We have transformed our testing set, using N-grams and scaling weights obtained from the training set. As mentioned, this is done so that both sets are vectorised in the same way. It is also done to avoid data leakage. In practice, our model will be used on new/unseen tweets. These tweets, along with their N-grams and weights, would not be available during training. So, to get a better indication of future performance our model should be tested on a set that has been treated as unseen.
Modelling
With our training and testing set ready, we can now train our model. We do this in line 2 in the code below. Here we train an SVM on our training set. Specifically, we use an SVM with a linear kernel and set the penalty parameter to 1. In line 5, we use this model to make predictions on the testing set and in line 8 we calculate the accuracy of these predictions.
In the end, the model had an accuracy of 73.4% on the testing set. We can dive a bit deeper into the model’s performance by looking at the confusion matrix in Figure 2. There are 915 false negatives compare to 1747 false positives. In other words, most of the errors come from the model incorrectly predicting tweets with a negative sentiment as having a positive sentiment. So, for a first draft, our model is not too bad but there is a lot of room for improvement.

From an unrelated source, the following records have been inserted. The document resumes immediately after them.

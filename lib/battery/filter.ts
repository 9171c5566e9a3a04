/**
 * The filter: history in order of time, each stretch consumed, each reading and event
 * weighed. A deterministic grid Bayes filter (see grid.ts); readings that cannot be of this
 * pack are named and passed over, never dropped in silence.
 */
import { normalCdf } from "../stats/normal";
import type { EpochDays } from "../units";
import { ASSUMED } from "./assumptions";
import { DAYS_PER_YEAR, monthOf } from "./climate";
import { consume } from "./consume";
import { crowds, isStill } from "./crowding";
import { drift, openRate } from "./draw-walk";
import { shiftRates, shiftReach } from "./draw-shift";
import { type EndOfLife, type ResistanceBelief, endOfLife } from "./end-of-life";
import { type Grid, depthMarginal, newGrid, normalise, retire, weighDepth } from "./grid";
import type { ForecastInput, PackEvent, PackReading, ReadingWeight } from "./pack";
import { type PackModel, distrusted, leakBetween, packModel } from "./pack-model";
import { impossibleAboveMv, observe } from "./reading";
import { filmChance } from "./passivation";
import { guessRest, learnResistance, loosen } from "./resistance";
import { type Bounds, type Item, aliveBounds, passedOver, timeline } from "./timeline";

const LONGEST_STEP_DAYS = 120;
const MOST_STEPS = 24;
/** Place in the depth window, 0..1, that must lie past depth 1: 2.5 spreads below the mean. */
const SURELY_OUT = 2 / 9;

export interface Filtered extends Bounds {
  readonly model: PackModel;
  readonly grid: Grid;
  /**
   * The moment the grid stands at: `now` (no earlier than the installation), the stop, or
   * before them the day by which the pack was surely out.
   */
  readonly at: EpochDays;
  readonly weights: readonly ReadingWeight[];
  /** Where this pack stops, its resistance learned. */
  readonly end: EndOfLife;
}

/**
 * Run the filter over everything known up to `now`. Where a good part of the readings is in doubt
 * it is the curve that does not fit these cells: then once more, with less trust in it.
 */
export function filterPack(input: ForecastInput): Filtered {
  const model = packModel(input.pack, input.prior, input.temperatures);
  const filtered = filterUnder(model, input);
  return misfit(filtered.weights) ? filterUnder(distrusted(model), input) : filtered;
}

/** So many readings, and this share of them, in doubt: slips do not come so often. */
const MISFIT = { least: 3, share: 0.34 };

function misfit(weights: readonly ReadingWeight[]): boolean {
  const doubtful = weights.filter((w) => w.reason === "doubtful").length;
  const fitting = weights.filter((w) => w.reason === "fits").length;
  return doubtful >= MISFIT.least && doubtful > MISFIT.share * (doubtful + fitting);
}

function filterUnder(model: PackModel, input: ForecastInput): Filtered {
  const from = input.pack.installedAt;
  const until = Math.max(input.now, from);
  const bounds = aliveBounds(input, from, until);
  const highestMv = impossibleAboveMv(model);
  const items = timeline(input, { from, until, aliveAt: bounds.aliveAt, highestMv });
  const grid = gridFor(model, input, items, (until - from) / DAYS_PER_YEAR);
  const run = new Run(model, grid, from, crowds(model, items));
  // a stopped device draws no more: the grid stays at the day it was found
  const last = bounds.stoppedAt ?? until;
  for (const item of items) {
    const at = Math.min(item.at, last);
    if ("reading" in item) {
      run.towards(at);
      run.read(item.reading);
      continue;
    }
    run.to(at);
    if ("event" in item) run.hear(item.event);
    else if ("shift" in item) shiftRates(grid, item.shift);
    else run.live(item.at);
  }
  const stands = run.follow(last);
  normalise(grid);
  retire(grid);
  const weights = input.readings.map((r) => run.weights.get(r.id) ?? passedOver(r, input));
  return { model, grid, at: stands, weights, end: run.end(), ...bounds };
}

function gridFor(
  model: PackModel,
  input: ForecastInput,
  items: readonly Item[],
  years: number,
): Grid {
  const changed = items.some((i) => "event" in i && i.event.kind === "draw-changed");
  const sd = changed ? Math.max(model.prior.sd, ASSUMED.changedDrawSd) : model.prior.sd;
  const grid = newGrid(model, years, sd + shiftReach(input.drawShifts ?? []));
  if (changed && input.pack.measuredDraw) openRate(grid, model.prior.mean, sd);
  return grid;
}

/** One pass over one pack's history. */
class Run {
  readonly weights = new Map<string, ReadingWeight>();
  private resistance: ResistanceBelief;
  private lastLoaded = -Infinity;
  private learned = false;

  constructor(
    private readonly model: PackModel,
    private readonly grid: Grid,
    private at: EpochDays,
    private readonly sharedBy: ReadonlyMap<PackReading, number>,
  ) {
    this.resistance = model.resistance;
  }

  /** To a reading's time, unless hardly anything is gone by then. */
  towards(day: EpochDays): void {
    if (!isStill(this.model, day - this.at)) this.to(day);
  }

  to(day: EpochDays): void {
    elapse(this.model, this.grid, this.at, day);
    if (this.learned)
      this.resistance = loosen(this.resistance, this.model.resistance.sd, day - this.at);
    this.at = Math.max(this.at, day);
  }

  /**
   * The last stretch, up to a day or until the pack is surely out: what is spent is not
   * followed further. Returns the day reached.
   */
  follow(day: EpochDays): EpochDays {
    const from = this.at;
    const steps = stepsFor(day - from);
    for (let s = 1; s <= steps && !this.surelyOut(); s++)
      this.to(from + ((day - from) * s) / steps);
    return Math.min(day, this.at);
  }

  private surelyOut(): boolean {
    const { depthFrom, depthStep, nx } = this.grid;
    return depthFrom + SURELY_OUT * depthStep * (nx - 1) > 1;
  }

  read(reading: PackReading): void {
    const loaded = reading.kind === "loaded";
    depthMarginal(this.grid, this.grid.nodeC);
    const guess = loaded ? guessRest(this.model, this.grid, reading) : null;
    const film = loaded ? filmChance(this.model, this.at - this.lastLoaded) : 0;
    const shared = this.sharedBy.get(reading) ?? 1;
    const said = observe(this.model, this.grid, reading, this.resistance, { film, shared });
    this.weights.set(reading.id, said);
    if (!guess) return;
    this.lastLoaded = this.at;
    if (said.reason === "passivation") return;
    this.resistance = learnResistance(
      this.resistance,
      guess,
      reading.millivolts,
      said.weight / shared,
    );
    this.learned = true;
  }

  /** It ran on a day: judged by the end as this pack's own resistance sets it. */
  live(at: EpochDays): void {
    const end = this.end();
    // not longer ago: a pack that stopped in the cold may have come back since
    const met = this.endMet(end, at - 1, at);
    weighDepth(this.grid, (depth) => aliveChance(end.sd, met, depth));
  }

  hear(event: PackEvent): void {
    const { model, grid } = this;
    if (event.kind === "stopped") {
      const end = this.end();
      const met = this.endMet(end, event.lastAliveAt ?? event.at - 1, event.at);
      weighDepth(grid, (depth) => 1 - aliveChance(end.sd, met, depth));
    } else if (event.kind === "draw-changed") {
      openRate(
        grid,
        model.prior.mean,
        model.pack.measuredDraw ? model.prior.sd : ASSUMED.changedDrawSd,
      );
    }
  }

  /** The end depth in a stretch: in the coldest that was logged, else as the month sets it. */
  private endMet(end: EndOfLife, from: EpochDays, to: EpochDays): number {
    const coldest = this.model.site.lowest(from, to);
    return coldest === null ? end.byMonth[monthOf(to)]! : end.at(coldest);
  }

  end(): EndOfLife {
    const { end, endTerms, endResistance } = this.model;
    if (!this.learned) return end;
    const { mean, sd } = this.resistance;
    // what this pack shows beside its curve, on what such packs take to stop
    const first = this.model.resistance.mean;
    return endOfLife(endTerms, {
      mean: (mean / first) * endResistance.mean,
      sd: Math.min((sd / first) * endResistance.mean, endResistance.sd * Math.max(1, mean / first)),
    });
  }
}

/** Chance that the device runs at a depth where it stops at about `end`. */
function aliveChance(sd: number, end: number, depth: number): number {
  return normalCdf((end - depth) / sd);
}

/** Steps into which a stretch of days is cut. */
function stepsFor(days: number): number {
  return Math.min(MOST_STEPS, Math.max(0, Math.ceil(days / LONGEST_STEP_DAYS)));
}

/** Let time pass: draw and leak consumed, the draw wandering, in steps of at most 120 days. */
function elapse(model: PackModel, grid: Grid, from: EpochDays, to: EpochDays): void {
  const days = to - from;
  if (!(days > 1e-6)) return;
  const steps = stepsFor(days);
  const variance = (ASSUMED.drawWalkPerYear ** 2 * days) / DAYS_PER_YEAR / steps;
  for (let s = 0; s < steps; s++) {
    const start = from + (days * s) / steps;
    const end = from + (days * (s + 1)) / steps;
    const share = model.drawPerDay * (end - start);
    const leak = leakBetween(model, start, end);
    drift(grid, variance, 1 - Math.exp(-(share + leak) / model.offsetDepth));
    consume(grid, share, leak);
  }
}
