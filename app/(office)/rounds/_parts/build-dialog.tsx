"use client";

import { useMutation } from "@tanstack/react-query";
import { useState } from "react";
import { Button } from "@/components/ui/button";
import { Dialog } from "@/components/ui/dialog";
import { Checkbox } from "@/components/ui/inputs";
import { Notice } from "@/components/ui/notice";
import { Select } from "@/components/ui/select";
import { fetchJson } from "../../_parts/fetch-json";
import type { BoardActs } from "./use-board";
import { weekAfter } from "./week-after";

/** Choose the weeks and crews, and let the worker build. */
export function BuildDialog({ acts, onClose }: { acts: BoardActs; onClose: () => void }) {
  const { board, goTo } = acts;
  const next = board.monday < board.today ? weekAfter(board.monday, 1) : board.monday;
  const [week, setWeek] = useState(next);
  const [weeks, setWeeks] = useState("1");
  const [crews, setCrews] = useState(board.crews.map((crew) => crew.id));
  const build = useMutation({
    mutationFn: () =>
      fetchJson<{ planId: string }>("/api/v1/plans", {
        method: "POST",
        body: { week, weeks, crewIds: crews.length === board.crews.length ? [] : crews },
      }),
    onSuccess: (made) => {
      onClose();
      goTo(made.planId, week);
    },
  });
  const from = board.monday < board.today ? board.monday : weekAfter(board.monday, -1);
  const choices = Array.from({ length: 8 }, (_, i) => weekAfter(from, i));
  return (
    <Dialog
      open
      title="Build rounds"
      onClose={onClose}
      actions={
        <>
          <Button onClick={onClose}>Not now</Button>
          <Button
            kind="go"
            busy={build.isPending && "Starting…"}
            disabled={crews.length === 0}
            onClick={() => build.mutate()}
          >
            Build
          </Button>
        </>
      }
    >
      {build.error && <Notice kind="trouble">{build.error.message}</Notice>}
      <div className="flex flex-col gap-4">
        <Select
          name="week"
          label="First week"
          value={week}
          onChange={(event) => setWeek(event.target.value)}
          options={choices.map((day) => ({ value: day, label: `from Monday ${day}` }))}
        />
        <Select
          name="weeks"
          label="How far ahead"
          value={weeks}
          onChange={(event) => setWeeks(event.target.value)}
          options={["1", "2", "3", "4"].map((n) => ({
            value: n,
            label: n === "1" ? "1 week" : `${n} weeks`,
          }))}
        />
        <fieldset className="flex flex-col gap-1">
          <legend className="caps mb-1">Crews</legend>
          {board.crews.map((crew) => (
            <Checkbox
              key={crew.id}
              name={`crew-${crew.id}`}
              label={crew.name}
              checked={crews.includes(crew.id)}
              onChange={(event) =>
                setCrews(
                  event.target.checked ? [...crews, crew.id] : crews.filter((id) => id !== crew.id),
                )
              }
            />
          ))}
        </fieldset>
        <p className="text-soft">
          A draft is made. Rounds already published in these weeks are where it starts from; nothing
          is sent to anybody until you publish.
        </p>
      </div>
    </Dialog>
  );
}
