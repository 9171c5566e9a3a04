const WEEK_MS = 7 * 86_400_000;

/** The same weekday so many weeks later; calendar days have no time zone. */
export function weekAfter(day: string, weeks: number): string {
  return new Date(Date.parse(`${day}T00:00:00Z`) + weeks * WEEK_MS).toISOString().slice(0, 10);
}
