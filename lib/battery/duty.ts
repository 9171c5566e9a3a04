import type { Microamps } from "../units";
import type { DutyState, PackSpec } from "./pack";

/**
 * Time-weighted mean current of a duty cycle: sum(I t) / sum(t), in microamps. Zero for a
 * cycle without time in it.
 */
export function averageUa(duty: readonly DutyState[]): Microamps {
  let charge = 0;
  let time = 0;
  for (const state of duty) {
    charge += state.currentUa * state.durationMs;
    time += state.durationMs;
  }
  return time > 0 ? charge / time : 0;
}

/** Highest current of any state that lasts at all, in microamps. */
export function peakUa(duty: readonly DutyState[]): Microamps {
  let peak = 0;
  for (const state of duty) {
    if (state.durationMs > 0 && state.currentUa > peak) peak = state.currentUa;
  }
  return peak;
}

/** Average draw of the pack's device: measured on site where there is one, else the cycle's. */
export function packAverageUa(pack: PackSpec): Microamps {
  return pack.measuredDraw?.averageUa ?? averageUa(pack.duty);
}

/** Current under which the pack must hold its voltage: the cycle's peak, never below average. */
export function packPeakUa(pack: PackSpec): Microamps {
  return Math.max(peakUa(pack.duty), packAverageUa(pack));
}

/** A load that hardly ever pauses: its mean is a good part of its peak. */
export function isSteady(pack: PackSpec): boolean {
  return packAverageUa(pack) > 0.3 * packPeakUa(pack);
}

/** A load that does not pulse at all: no duty cycle that could be otherwise than stated. */
export function isConstant(pack: PackSpec): boolean {
  return packAverageUa(pack) > 0.9 * packPeakUa(pack);
}

/** Charge of one period in microamp-hours. */
export function periodChargeUah(duty: readonly DutyState[]): number {
  return duty.reduce((sum, s) => sum + (s.currentUa * s.durationMs) / 3_600_000, 0);
}

/**
 * Capacitor that carries a pulse while the pack's voltage may fall by `dropMv`: C = I t / dV.
 * Microamps, milliseconds and millivolts in, microfarads out.
 */
export function holdUpCapacitorUf(currentUa: number, durationMs: number, dropMv: number): number {
  return (currentUa * durationMs) / dropMv;
}
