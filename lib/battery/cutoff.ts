/**
 * End of life: the depth of discharge at which the voltage under the device's peak current
 * meets the cut-off. The pulse decides it, not the average; cold raises the resistance and
 * so brings the end forward.
 */
import type { Decicelsius, Microamps, Millivolts } from "../units";
import { CURVE_STEPS, atDepth, elementsOf, resistanceFactor, sampledCurves } from "./curves";
import { isSteady } from "./duty";
import { taughtCurves } from "./taught-curves";
import { CURVES } from "./curve-tables";
import type { CurveLesson, PackSpec } from "./pack";

/** A steady load's resistance grows by no more than this factor over a life (from memory). */
const STEADY_GROWTH = 3;

/** Voltage of a whole pack: k rest(x) + drift(T) - I R(x) factor(T). */
export interface PackCurve {
  readonly restMv: Float64Array;
  readonly resistance: Float64Array;
  /** Elements in series: millivolts of the pack per millivolt of the element. */
  readonly restScale: number;
  readonly driftMvPerKelvin: number;
  /** Resistance of the fresh pack at 20 °C, milliohms. */
  readonly freshMohm: number;
}

export function packCurve(pack: PackSpec, lesson: CurveLesson | null = null): PackCurve {
  const restScale = pack.series * elementsOf(pack.cell);
  const { chemistry } = pack.cell;
  const { restMv, resistance } = lesson
    ? taughtCurves(chemistry, lesson)
    : sampledCurves(chemistry);
  return {
    restMv,
    resistance: isSteady(pack) ? heldDown(resistance) : resistance,
    restScale,
    driftMvPerKelvin: restScale * CURVES[pack.cell.chemistry].restMvPerKelvin,
    freshMohm: (pack.cell.resistanceMohm * pack.series) / pack.parallel,
  };
}

/** Many packs share few curves: each is held down once. */
const HELD_DOWN = new WeakMap<Float64Array, Float64Array>();

/**
 * Growth of the resistance as a load meets it that hardly ever pauses. A pulse near the end meets
 * many times the fresh resistance because charge runs out; a steady load has had that counted in
 * its capacity at that current (an LR6 on 250 mA still gives 0.95 V at nine tenths of its charge).
 */
function heldDown(resistance: Float64Array): Float64Array {
  const known = HELD_DOWN.get(resistance) ?? resistance.map((r) => Math.min(r, STEADY_GROWTH));
  HELD_DOWN.set(resistance, known);
  return known;
}

/** Fall of the fresh pack's voltage under a current at a temperature, mV. */
export function freshDropMv(
  pack: PackSpec,
  curve: PackCurve,
  currentUa: Microamps,
  temperatureDc: Decicelsius,
): Millivolts {
  // microamps times milliohms are nanovolts
  return (currentUa * curve.freshMohm * resistanceFactor(pack.cell.chemistry, temperatureDc)) / 1e6;
}

/** Voltage of the pack at a depth under a current, mV; current 0 is at rest. */
export function packMv(
  pack: PackSpec,
  curve: PackCurve,
  depth: number,
  currentUa: Microamps,
  temperatureDc: Decicelsius,
): Millivolts {
  const rest = curve.restScale * atDepth(curve.restMv, depth);
  const drift = curve.driftMvPerKelvin * (temperatureDc / 10 - 20);
  const drop = freshDropMv(pack, curve, currentUa, temperatureDc);
  return rest + drift - drop * atDepth(curve.resistance, depth);
}

/**
 * First depth, 0..1, at which `k rest + drift - drop R` is at or below the cut-off; 1 when
 * it holds to the end of the table; 0 when even the fresh pack is below.
 */
export function endDepth(
  curve: PackCurve,
  cutoffMv: Millivolts,
  driftMv: Millivolts,
  dropMv: Millivolts,
): number {
  if (!(aboveAt(curve, 0, driftMv - cutoffMv, dropMv) > 0)) return 0;
  if (aboveAt(curve, CURVE_STEPS, driftMv - cutoffMv, dropMv) > 0) return 1;
  // the voltage falls throughout: halve the span that holds the crossing
  let low = 0;
  let high = CURVE_STEPS;
  while (high - low > 1) {
    const middle = (low + high) >> 1;
    if (aboveAt(curve, middle, driftMv - cutoffMv, dropMv) > 0) low = middle;
    else high = middle;
  }
  const before = aboveAt(curve, low, driftMv - cutoffMv, dropMv);
  return (low + before / (before - aboveAt(curve, high, driftMv - cutoffMv, dropMv))) / CURVE_STEPS;
}

/** Voltage at a node of the table, `addMv` added, mV. */
function aboveAt(curve: PackCurve, i: number, addMv: number, dropMv: number): number {
  return curve.restScale * curve.restMv[i]! + addMv - dropMv * curve.resistance[i]!;
}

/** End depth of a pack under a current at a temperature. */
export function packEndDepth(
  pack: PackSpec,
  currentUa: Microamps,
  temperatureDc: Decicelsius,
): number {
  const curve = packCurve(pack);
  const drift = curve.driftMvPerKelvin * (temperatureDc / 10 - 20);
  return endDepth(curve, pack.cutoffMv, drift, freshDropMv(pack, curve, currentUa, temperatureDc));
}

We can improve our model’s performance in a few ways. We can spend more time tunning the model’s hyperparameters. As mentioned above, we have set the penalty parameter to 1. This was actually chosen after testing a few different values (i.e. 0.001, 0.01, 0.1, 1 and 10) and seeing which one had the highest k-fold cross-validation accuracy. Other hyperparameters, such as the kernel and text cleaning steps, can be tuned in the same way. We could also interpret our model, figure out how it works and make changes based on these findings.
Interpreting our model
One way of interpreting an SVM is by looking at the model weights/ coefficients. Through the process of training the SVM, every N-gram in the training set is given a weighting. N-grams with positive weighting are associated with positive sentiment. Similarly, those with negative weights are associated with negative sentiment.
In Figure 3, we visualise the coefficient of 15 of the 1000 N-grams. The first 5 all have high positive coefficients. This makes sense as you probably expected tweets with words like ‘happy’ or ‘smile’ to have a positive sentiment. Similarly, the words with negative coefficients: ‘bored’, ‘hate’, etc… would be associated with negative sentiment. Notice that there are also N-grams that have coefficients close to 0.
N-grams with small coefficients would not have much impact on our model’s predictions. The coefficients could be small because the N-grams tend to occur in tweets with both positive and negative sentiment. In other words, they do not tell us anything about a tweet’s sentiment. Like with stopwords, we could remove these words and hopefully improve the performance of our model.
Hyper-parameter tuning and model interpretation are some of the many ways we can improve accuracy. You may also get better results by experimenting with different models like Neural Networks. Instead of bag-of-words, you could use more advanced techniques, like word embeddings, to vectorise the tweets. There are so many options and hopefully, this article has given you a good starting point.